Sort-of, but that's not the primary focus.

>2. If I use this book to learn programming, will the concepts I learn in it easily transfer to other languages?
Yes.

Can you recommend any books that are a good primer for algorithms?

Oh God, thats the MIT lisp book right?

If you can already code, great, its more of a philosophical/theoretical approach but great for deeper inside (desu I stoppped after about 70 pages).

If you __cant__ code, which seems to be implied by your second question, thats not a good book to start.
Yeah, its a great book to learn programming for sure, but its not motivating. Its even a struggle to read if you want to write your own code asap, which imo is a great goal.
I'd suggest you pick up an imperative, simpler language (python for example, C#/Java when you need all academic concepts) and then maybe one year in read this bad boy.
Also, basic programming concepts transfer between all languages. At some point, you just get the new language specific concepts fast and you can categorize them to familiar, already known concepts.

And no, this book doesn't teach algorithms. If you want to learn algorithms, learn programming basics and then go straight to "Introduction to Algorithms", another MIT book and by far the best one. (Although Ive read only like 5 books about algos, but the difference is huge).

I've heard good things about Sedgewick
For concurrency stuff, I highly recommend Foundations of Multithreaded, Parallel, and Distributed Programming by Andrews

Introduction to Algorithms again.
If you want the paperback version, you can get the (english) indian subsidized version for around 30 bucks.

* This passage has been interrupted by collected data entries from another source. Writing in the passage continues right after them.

package maps

import (
	"math"
	"strconv"

	"kerrscope/colormap"
	"kerrscope/render/internal/figure"
	"kerrscope/render/pixels"
)

// The delay map shows, for the first image order seen in each pixel, how
// much earlier (in Boyer–Lindquist t) its light left the disk than the
// light of the pixel that left last: t_o − t (raytrace.Timing) minus its
// smallest value on the frame (or Scales.TMin). Only such differences
// are physical; the regularisation of t_o − t cancels in them.

// delayRow gives the first-seen delays along row j (NaN where none is
// seen, or everywhere if the frame has no timing).
func delayRow(f *pixels.Frame, j int, row []float32) {
	if f.T == nil {
		for i := range row {
			row[i] = float32(math.NaN())
		}
		return
	}
	firstSeenRow(func(f *pixels.Frame) [][]float32 { return f.T })(f, j, row)
}

// delayRange returns the smallest and largest first-seen delay of the
// frame (0, 0 if none).
func delayRange(f *pixels.Frame) (lo, hi float64) {
	lo, hi = math.Inf(1), math.Inf(-1)
	if f.T == nil { // no timing: no delays, nothing to gather
		return 0, 0
	}
	for k := 0; k < f.W*f.H; k++ {
		if x := float64(f.FirstSeenAt(f.T, k)); !math.IsNaN(x) && !math.IsInf(x, 0) {
			lo, hi = math.Min(lo, x), math.Max(hi, x)
		}
	}
	if lo > hi {
		return 0, 0
	}
	return lo, hi
}

func delayPosition(_ *pixels.Frame, sc Scales) func(float64) float64 {
	return func(x float64) float64 { return colormap.Linear(x, sc.TMin, sc.TMax) }
}

// delayBar labels the colour bar in M after the earliest-leaving light.
func delayBar(_ *pixels.Frame, sc Scales, p *figure.Panel) {
	bar := &figure.ColorBar{Colors: colormap.Sequential.Table(256), Label: "arrival delay Δ*{t} [M]", Note: "after the earliest light"}
	span := sc.TMax - sc.TMin
	bar.Ticks = endTicks(0, span)
	for _, v := range linearTicks(span) {
		bar.Ticks = append(bar.Ticks, figure.Tick{T: v / span, Label: strconv.FormatFloat(v, 'g', 3, 64)})
	}
	p.Bar = bar
}

// linearTicks returns round values from 0 to span, 3 to 7 of them.
func linearTicks(span float64) []float64 {
	if !(span > 0) || math.IsInf(span, 0) {
		return []float64{0}
	}
	step := math.Pow(10, math.Floor(math.Log10(span)))
	for _, f := range []float64{1, 2, 5, 10} {
		if span/(step*f) <= 6 {
			step *= f
			break
		}
	}
	var out []float64
	for k := 0; k <= 12 && float64(k)*step <= span*(1+1e-9); k++ {
		out = append(out, float64(k)*step)
	}
	return out
}
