package maps

import (
	"context"
	"math"
	"sort"

	"kerrscope/render/internal/workers"
	"kerrscope/render/pixels"
	"kerrscope/scene"
)

// Sample is one value of a map with the screen area it covers (M²).
type Sample struct {
	V, W float64
}

// Percentiles returns the p-th and (100 − p)-th percentile of the
// samples weighted by their area: lo is the smallest value below which
// (inclusive) at least p % of the total area lies, hi the largest value
// above which (inclusive) at least p % lies. With p = 0 they are the
// smallest and largest value. NaN values and samples of zero or
// non-finite weight are ignored; ok is false when none is left. The
// samples are sorted in place. This is the weighted nearest-rank
// percentile (common practice); 0 ≤ p < 50.
func Percentiles(s []Sample, p float64) (lo, hi float64, ok bool) {
	n := 0
	total := 0.0
	for _, x := range s {
		if !math.IsNaN(x.V) && x.W > 0 && !math.IsInf(x.W, 0) {
			s[n] = x
			n++
			total += x.W
		}
	}
	s = s[:n]
	if n == 0 {
		return 0, 0, false
	}
	sort.Slice(s, func(i, j int) bool { return s[i].V < s[j].V })
	if !(p > 0) {
		return s[0].V, s[n-1].V, true
	}
	cut := total * p / 100
	lo, hi = s[0].V, s[n-1].V
	acc := 0.0
	for _, x := range s {
		if acc += x.W; acc >= cut {
			lo = x.V
			break
		}
	}
	acc = 0
	for i := n - 1; i >= 0; i-- {
		if acc += s[i].W; acc >= cut {
			hi = s[i].V
			break
		}
	}
	return lo, hi, true
}

// GSamples appends the redshift factor of the first image seen in every
// pixel of the frame that sees the disk, each with the pixel's area.
func GSamples(dst []Sample, f *pixels.Frame) []Sample {
	if f.G == nil {
		return dst
	}
	w := f.Res.PixelSize * f.Res.PixelSize
	for k := 0; k < f.W*f.H; k++ {
		if v := float64(f.FirstSeenAt(f.G, k)); !math.IsNaN(v) {
			dst = append(dst, Sample{v, w})
		}
	}
	return dst
}

// IntensitySamples appends the line intensity (all orders seen) of every
// pixel of the frame that sees the disk, each with the pixel's area.
func IntensitySamples(dst []Sample, f *pixels.Frame) []Sample {
	if f.Line == nil {
		return dst
	}
	w := f.Res.PixelSize * f.Res.PixelSize
	for k := 0; k < f.W*f.H; k++ {
		if v := float64(f.TotalAt(f.Line, k)); !math.IsNaN(v) && v > 0 {
			dst = append(dst, Sample{v, w})
		}
	}
	return dst
}

// gExtremes returns the smallest and largest g of the first image seen
// over the frame's pixels: Percentiles(GSamples(nil, f), 0) without
// gathering the samples.
func gExtremes(f *pixels.Frame) (lo, hi float64, ok bool) {
	if f.G == nil {
		return 0, 0, false
	}
	return extremes(f.W*f.H, func(k int) float64 { return float64(f.FirstSeenAt(f.G, k)) })
}

// intensityExtremes is Percentiles(IntensitySamples(nil, f), 0) without
// gathering the samples.
func intensityExtremes(f *pixels.Frame) (lo, hi float64, ok bool) {
	if f.Line == nil {
		return 0, 0, false
	}
	return extremes(f.W*f.H, func(k int) float64 {
		if v := float64(f.TotalAt(f.Line, k)); v > 0 {
			return v
		}
		return math.NaN()
	})
}

// extremes returns the smallest and largest of value(k), k < n, NaN left
// out; ok is false when every value is NaN. Pieces of extremesPiece
// values are scanned on all cores; the extremes do not depend on the
// order of the scan.
func extremes(n int, value func(k int) float64) (lo, hi float64, ok bool) {
	pieces := (n + extremesPiece - 1) / extremesPiece
	type span struct {
		lo, hi float64
		ok     bool
	}
	part := make([]span, pieces)
	workers.Each(context.Background(), pieces, func() struct{} { return struct{}{} }, func(p int, _ struct{}) {
		s := span{lo: math.Inf(1), hi: math.Inf(-1)}
		for k := p * extremesPiece; k < min(n, (p+1)*extremesPiece); k++ {
			if v := value(k); !math.IsNaN(v) {
				s.lo, s.hi, s.ok = math.Min(s.lo, v), math.Max(s.hi, v), true
			}
		}
		part[p] = s
	})
	lo, hi = math.Inf(1), math.Inf(-1)
	for _, s := range part {
		if s.ok {
			lo, hi, ok = math.Min(lo, s.lo), math.Max(hi, s.hi), true
		}
	}
	if !ok {
		return 0, 0, false
	}
	return lo, hi, true
}

// extremesPiece is the number of values of one piece of extremes' work.
const extremesPiece = 1 << 16

// percentileOf is the scene's scales.percentile, 0 when not given.
func percentileOf(s scene.Scales) float64 {
	if s.Percentile == nil {
		return 0
	}
	return *s.Percentile
}

// FromScene returns the scales the scene fixes (scene.Scales; zero where
// it leaves them to the program).
func FromScene(s scene.Scales) Scales {
	get := func(p *float64) float64 {
		if p == nil {
			return 0
		}
		return *p
	}
	return Scales{GMin: get(s.GMin), GMax: get(s.GMax), IMax: get(s.IntensityMax), IDecades: get(s.IntensityDecades),
		RMin: get(s.RadiusMin), RMax: get(s.RadiusMax), FluxMax: get(s.FluxMax)}
}
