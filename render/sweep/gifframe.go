package sweep

import (
	"context"
	"fmt"
	"image"
	"image/color"
	"math"
	"sync"

	"github.com/fogleman/gg"
	"github.com/golang/freetype/truetype"
	"golang.org/x/image/font/gofont/goregular"

	"kerrscope/colormap"
	"kerrscope/render/internal/figure"
	"kerrscope/render/maps"
	"kerrscope/render/pixels"
)

// The GIF frames of a sweep carry, below the map, a strip with the
// frame's swept values and the map's colour bar, drawn in the map's own
// palette (so no colour is quantised): the background in its lightest
// entry, text and outlines in its darkest, the bar in the scale's own
// entries.

var (
	gifFontOnce sync.Once
	gifFont     *truetype.Font
	gifFontErr  error
)

// stripEm is the text size of a frame's strip, in pixels, for a frame w
// pixels wide: about 1/36 of the width, at least 10.
func stripEm(w int) float64 { return math.Max(10, math.Round(float64(w)/36)) }

// stripHeight is the height of the strip under a frame w pixels wide:
// a line of text, the bar, its tick labels and its title.
func stripHeight(w int) int {
	em := stripEm(w)
	return int(math.Ceil(5.6 * em))
}

// barFor returns the colour bar of map m for frame pt with the sweep's
// scales, from a 4 × 4 pixel render of the frame's scene (the bar
// depends on the scene only through its units and image orders). The
// delay map's range is each frame's own, so its bar has no ticks.
func (p *Plan) barFor(ctx context.Context, m maps.Map, pt Point, sc maps.Scales) (*figure.ColorBar, error) {
	s := pt.Scene.Scene
	s.Screen.Width, s.Screen.Height = 4, 4
	s.Refine.Depth = 0
	r, err := s.Resolve()
	if err != nil {
		return nil, err
	}
	f, err := pixels.RenderScene(ctx, r, nil, m.Needs())
	if err != nil {
		return nil, err
	}
	bar := m.Bar(f, sc)
	if bar != nil && m.Name == "delay" {
		b := *bar
		b.Ticks = nil
		b.Label += " (each frame its own range)"
		bar = &b
	}
	return bar, nil
}

// stripPalette returns the palette of labelled frames of a map with
// palette pal: pal itself when it is full (a colour scale's 256 entries),
// else pal with white and black added for the strip.
func stripPalette(pal color.Palette) color.Palette {
	if len(pal) > 254 {
		return pal
	}
	return append(append(color.Palette(nil), pal...), color.RGBA{0xff, 0xff, 0xff, 0xff}, color.RGBA{0, 0, 0, 0xff})
}

// labelledFrame returns the palette image pi (a frame of a map) with the
// strip below it: label on the first line, then bar. pal is the frame's
// palette (stripPalette of the map's).
func labelledFrame(pi *image.Paletted, pal color.Palette, label string, bar *figure.ColorBar) (*image.Paletted, error) {
	gifFontOnce.Do(func() { gifFont, gifFontErr = truetype.Parse(goregular.TTF) })
	if gifFontErr != nil {
		return nil, fmt.Errorf("GIF labels: %w", gifFontErr)
	}
	w, h := pi.Rect.Dx(), pi.Rect.Dy()
	sh := stripHeight(w)
	em := stripEm(w)
	bg, ink := lightest(pal), darkest(pal)

	// Text and outlines are drawn in black on white and then set in the
	// two palette entries by a threshold, so that every pixel is one of
	// the palette's colours.
	dc := gg.NewContext(w, sh)
	dc.SetRGB(1, 1, 1)
	dc.Clear()
	dc.SetFontFace(truetype.NewFace(gifFont, &truetype.Options{Size: em}))
	dc.SetRGB(0, 0, 0)
	pad := math.Round(0.5 * em)
	dc.DrawString(figure.Plain(label), pad, pad+0.9*em)
	x0, x1 := pad, float64(w)-pad
	y0 := math.Round(pad + 1.5*em)
	y1 := y0 + math.Round(0.9*em)
	type span struct {
		x0, x1, y0, y1 int
		t              func(x int) uint8 // palette index at column x
	}
	var fills []span
	switch {
	case bar == nil:
	case len(bar.Colors) > 0 && len(pal) == 256:
		fills = append(fills, span{int(x0), int(x1), int(y0), int(y1), func(x int) uint8 {
			return colormap.PaletteIndex((float64(x) + 0.5 - x0) / (x1 - x0))
		}})
		dc.SetLineWidth(1)
		dc.DrawRectangle(x0-0.5, y0-0.5, x1-x0+1, y1-y0+1)
		dc.Stroke()
		right := math.Inf(-1)
		for _, tk := range bar.Ticks {
			x := math.Round(x0+tk.T*(x1-x0)) + 0.5
			dc.DrawLine(x, y1, x, y1+0.3*em)
			dc.Stroke()
			lb := figure.Plain(tk.Label)
			tw, _ := dc.MeasureString(lb)
			lx := math.Min(math.Max(x-tw/2, 0), float64(w)-tw)
			if lx < right+0.5*em {
				continue // the label would touch the one before
			}
			dc.DrawString(lb, lx, y1+0.3*em+em)
			right = lx + tw
		}
	default:
		// Categories: a swatch and its label each, in a row.
		x := x0
		for _, s := range bar.Swatches {
			q := math.Round(0.9 * em)
			c := nearest(pal, s.Color)
			fills = append(fills, span{int(x), int(x + q), int(y0), int(y0 + q), func(int) uint8 { return c }})
			dc.DrawRectangle(x-0.5, y0-0.5, q+1, q+1)
			dc.Stroke()
			lb := figure.Plain(s.Label)
			dc.DrawString(lb, x+q+0.3*em, y0+0.8*em)
			tw, _ := dc.MeasureString(lb)
			x += q + 0.3*em + tw + 0.8*em
		}
	}
	if bar != nil {
		dc.DrawString(figure.Plain(bar.Label), pad, y1+0.3*em+2.2*em)
	}

	out := image.NewPaletted(image.Rect(0, 0, w, h+sh), pal)
	for j := 0; j < h; j++ {
		copy(out.Pix[j*out.Stride:j*out.Stride+w], pi.Pix[j*pi.Stride:j*pi.Stride+w])
	}
	strip := dc.Image().(*image.RGBA)
	for j := 0; j < sh; j++ {
		for i := 0; i < w; i++ {
			idx := bg
			if strip.Pix[j*strip.Stride+4*i] < 192 { // thin strokes stay whole

				idx = ink
			}
			out.Pix[(h+j)*out.Stride+i] = idx
		}
	}
	for _, s := range fills {
		for j := max(s.y0, 0); j < min(s.y1, sh); j++ {
			for i := max(s.x0, 0); i < min(s.x1, w); i++ {
				out.Pix[(h+j)*out.Stride+i] = s.t(i)
			}
		}
	}
	return out, nil
}

// luminance is the relative luminance of c (sRGB, ITU-R BT.709
// coefficients on the gamma-encoded values: enough to rank colours).
func luminance(c color.Color) float64 {
	r, g, b, _ := c.RGBA()
	return 0.2126*float64(r) + 0.7152*float64(g) + 0.0722*float64(b)
}

// lightest and darkest return the index of the palette's lightest and
// darkest entry (the first of equals).
func lightest(pal color.Palette) uint8 { return extreme(pal, 1) }
func darkest(pal color.Palette) uint8  { return extreme(pal, -1) }

func extreme(pal color.Palette, sign float64) uint8 {
	best := 0
	for i := range pal {
		if sign*luminance(pal[i]) > sign*luminance(pal[best]) {
			best = i
		}
	}
	return uint8(best)
}

// nearest returns the index of the palette entry of c, or the nearest.
func nearest(pal color.Palette, c color.Color) uint8 { return uint8(pal.Index(c)) }
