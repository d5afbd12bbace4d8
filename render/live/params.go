package live

import (
	"errors"
	"fmt"
	"math"
	"slices"
	"strconv"
	"strings"

	"kerrscope/render/maps"
	"kerrscope/scene"
)

// ParamError is a request value that is refused: the parameter (a scene
// flag name, or a view setting), the scene key when it is a scene value,
// the value found (cut to scene.MaxValueLen) and what is allowed. It is
// what the page shows beside the control.
type ParamError struct {
	Param   string `json:"param"`
	Key     string `json:"key,omitempty"`
	Value   string `json:"value,omitempty"`
	Allowed string `json:"allowed"`
}

// Error reads like the command line's: "--spin: black_hole.spin = 1.5:
// must be in -1 < spin < 1" for a scene value, "map = x: …" otherwise.
func (e *ParamError) Error() string {
	name := e.Param
	if e.Key != "" {
		name = e.Key
	}
	msg := name + ": " + e.Allowed
	if e.Value != "" {
		msg = name + " = " + e.Value + ": " + e.Allowed
	}
	if e.Key != "" && e.Param != "" {
		msg = "--" + e.Param + ": " + msg
	}
	return msg
}

// viewOnly are the scene flags the page does not take: where and what the
// command-line render writes, and the hot spot of the spot command. The
// output folder of a render from the page is chosen by the server.
var viewOnly = []string{"out", "maps", "formats"}

// sceneFields returns the scene fields the page may set, by flag name, in
// the order of scene.Fields.
func sceneFields() []scene.Field {
	var out []scene.Field
	for _, f := range scene.Fields() {
		if slices.Contains(viewOnly, f.Flag) || strings.HasPrefix(f.Key, "spot.") {
			continue
		}
		out = append(out, f)
	}
	return out
}

// flagOfKey returns the flag of a scene key ("" if none).
func flagOfKey(key string) string {
	for _, f := range scene.Fields() {
		if f.Key == key {
			return f.Flag
		}
	}
	return ""
}

// paramErr turns an error of the scene layer into a *ParamError naming the
// flag and key; other errors are kept as they are.
func paramErr(err error) error {
	var fe *scene.FieldError
	if errors.As(err, &fe) {
		return &ParamError{Param: flagOfKey(fe.Key), Key: fe.Key, Value: fe.Value, Allowed: fe.Allowed}
	}
	return err
}

// MaxParams bounds the number of values in one request.
const MaxParams = 128

// applyParams sets the scene values of params (flag name → text, as on the
// command line) on a copy of base, in the order of scene.Fields, each with
// scene.Field.Set; a blank value leaves base's. The scene is not resolved.
func applyParams(base scene.Scene, params map[string]string) (scene.Scene, error) {
	if len(params) > MaxParams {
		return base, &ParamError{Param: "params", Value: strconv.Itoa(len(params)), Allowed: fmt.Sprintf("at most %d values", MaxParams)}
	}
	fields := sceneFields()
	for name := range params {
		if !slices.ContainsFunc(fields, func(f scene.Field) bool { return f.Flag == name }) {
			names := make([]string, len(fields))
			for i, f := range fields {
				names[i] = f.Flag
			}
			return base, &ParamError{Param: scene.Cut(name), Allowed: "unknown parameter (known: " + strings.Join(names, ", ") + ")"}
		}
	}
	s := base
	for _, f := range fields {
		v, ok := params[f.Flag]
		if !ok || strings.TrimSpace(v) == "" {
			continue
		}
		if err := f.Set(&s, v); err != nil {
			return base, paramErr(err)
		}
	}
	return s, nil
}

// resolve applies params to base and validates the scene (scene.Resolve).
func resolve(base scene.Scene, params map[string]string) (scene.Resolved, error) {
	s, err := applyParams(base, params)
	if err != nil {
		return scene.Resolved{}, err
	}
	r, err := s.Resolve()
	if err != nil {
		return r, paramErr(err)
	}
	return r, nil
}

// Settings are the page's own choices, which are not part of the scene:
// the map shown, the overlays and the colour scales.
type Settings struct {
	Map string `json:"map"`
	// Size is the view's larger side in pixels (the other follows the
	// scene's aspect); 0: the server's default.
	Size int `json:"size"`
	// Band overlays where the scene's band of source radii lands (the
	// report of pixels.Frame.LocateBand).
	Band bool `json:"band"`
	// GMin, GMax fix the redshift colours; blank: from the view.
	GMin string `json:"gmin"`
	GMax string `json:"gmax"`
	// Decades of a log intensity scale; blank: 4.
	Decades string `json:"decades"`
	// Order shows one image order alone ("0", "1", …); blank or "all":
	// every order, as the maps of a render show them.
	Order string `json:"order"`
}

// order reads the image order to show alone (-1: all) for a scene
// following orders image orders.
func (s Settings) order(orders int) (int, error) {
	v := strings.TrimSpace(s.Order)
	if v == "" || v == "all" {
		return -1, nil
	}
	n, err := strconv.Atoi(v)
	if err != nil || n < 0 || n >= orders {
		return 0, &ParamError{Param: "order", Value: scene.Cut(v), Allowed: fmt.Sprintf("all, or an image order from 0 to %d (the scene follows %d)", orders-1, orders)}
	}
	return n, nil
}

// Colour scale limits the page accepts.
const (
	MinDecades, MaxDecades = 0.5, 12
	MaxGScale              = 100
)

// scales reads the colour settings into maps.Scales (zero fields: chosen
// from the frame).
func (s Settings) scales() (maps.Scales, error) {
	var sc maps.Scales
	read := func(name, v string) (float64, bool, error) {
		v = strings.TrimSpace(v)
		if v == "" {
			return 0, false, nil
		}
		x, err := strconv.ParseFloat(v, 64)
		if err != nil || math.IsNaN(x) || math.IsInf(x, 0) {
			return 0, false, &ParamError{Param: name, Value: scene.Cut(v), Allowed: "not a finite number"}
		}
		return x, true, nil
	}
	gmin, okMin, err := read("gmin", s.GMin)
	if err != nil {
		return sc, err
	}
	gmax, okMax, err := read("gmax", s.GMax)
	if err != nil {
		return sc, err
	}
	switch {
	case okMin != okMax:
		return sc, &ParamError{Param: "gmin", Allowed: "give both ends of the redshift scale, or neither (automatic)"}
	case okMin && !(gmin > 0 && gmin < 1):
		return sc, &ParamError{Param: "gmin", Value: strconv.FormatFloat(gmin, 'g', -1, 64), Allowed: "must be in 0 < g < 1"}
	case okMax && !(gmax > 1 && gmax <= MaxGScale):
		return sc, &ParamError{Param: "gmax", Value: strconv.FormatFloat(gmax, 'g', -1, 64), Allowed: fmt.Sprintf("must be in 1 < g ≤ %g", float64(MaxGScale))}
	}
	sc.GMin, sc.GMax = gmin, gmax
	dec, ok, err := read("decades", s.Decades)
	if err != nil {
		return sc, err
	}
	if ok && !(dec >= MinDecades && dec <= MaxDecades) {
		return sc, &ParamError{Param: "decades", Value: strconv.FormatFloat(dec, 'g', -1, 64), Allowed: fmt.Sprintf("must be from %g to %g", MinDecades, float64(MaxDecades))}
	}
	sc.IDecades = dec
	return sc, nil
}

// mapOf returns the map the settings name (the first map by default).
func (s Settings) mapOf() (maps.Map, error) {
	name := s.Map
	if name == "" {
		name = maps.Names()[0]
	}
	m, err := maps.Lookup(name)
	if err != nil {
		return m, &ParamError{Param: "map", Value: scene.Cut(name), Allowed: "unknown map (maps: " + strings.Join(maps.Names(), ", ") + ")"}
	}
	return m, nil
}

// Initial is one control's starting value: the scene flag, its scene key,
// its text on the command line, whether it is a switch, and its usage.
type Initial struct {
	Flag      string `json:"flag"`
	Key       string `json:"key"`
	Value     string `json:"value"`
	Bool      bool   `json:"bool,omitempty"`
	Usage     string `json:"usage"`
	Automatic bool   `json:"automatic,omitempty"`
}

// initials lists the values of base for every field the page may set.
// A switch is on when setting it leaves base as it is.
func initials(base scene.Scene) []Initial {
	vals := base.Values()
	var out []Initial
	for _, f := range sceneFields() {
		in := Initial{Flag: f.Flag, Key: f.Key, Usage: f.Usage, Bool: f.Bool, Value: vals[f.Key], Automatic: base.Automatic(f.Key)}
		if f.Bool {
			on := base
			in.Value = "false"
			if f.Set(&on, "true") == nil && sameTOML(on, base) {
				in.Value = "true"
			}
		}
		out = append(out, in)
	}
	return out
}

func sameTOML(a, b scene.Scene) bool {
	ta, errA := a.TOML()
	tb, errB := b.TOML()
	return errA == nil && errB == nil && string(ta) == string(tb)
}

Otherwise youll find it on libgen

i really like book: Data Structures and Algorithms in Python

Oh yeah, and if you want to stay in the lispy/haskell/ML area read functional programming pearls.

I already know the basics of how to write a program in Python, but only the basics. I know the syntax, and I've written some small functions and scripts.

I've also done VBA because of my job as well as some basic Powershell automation script, as well as bash. But I want to go beyond the basics.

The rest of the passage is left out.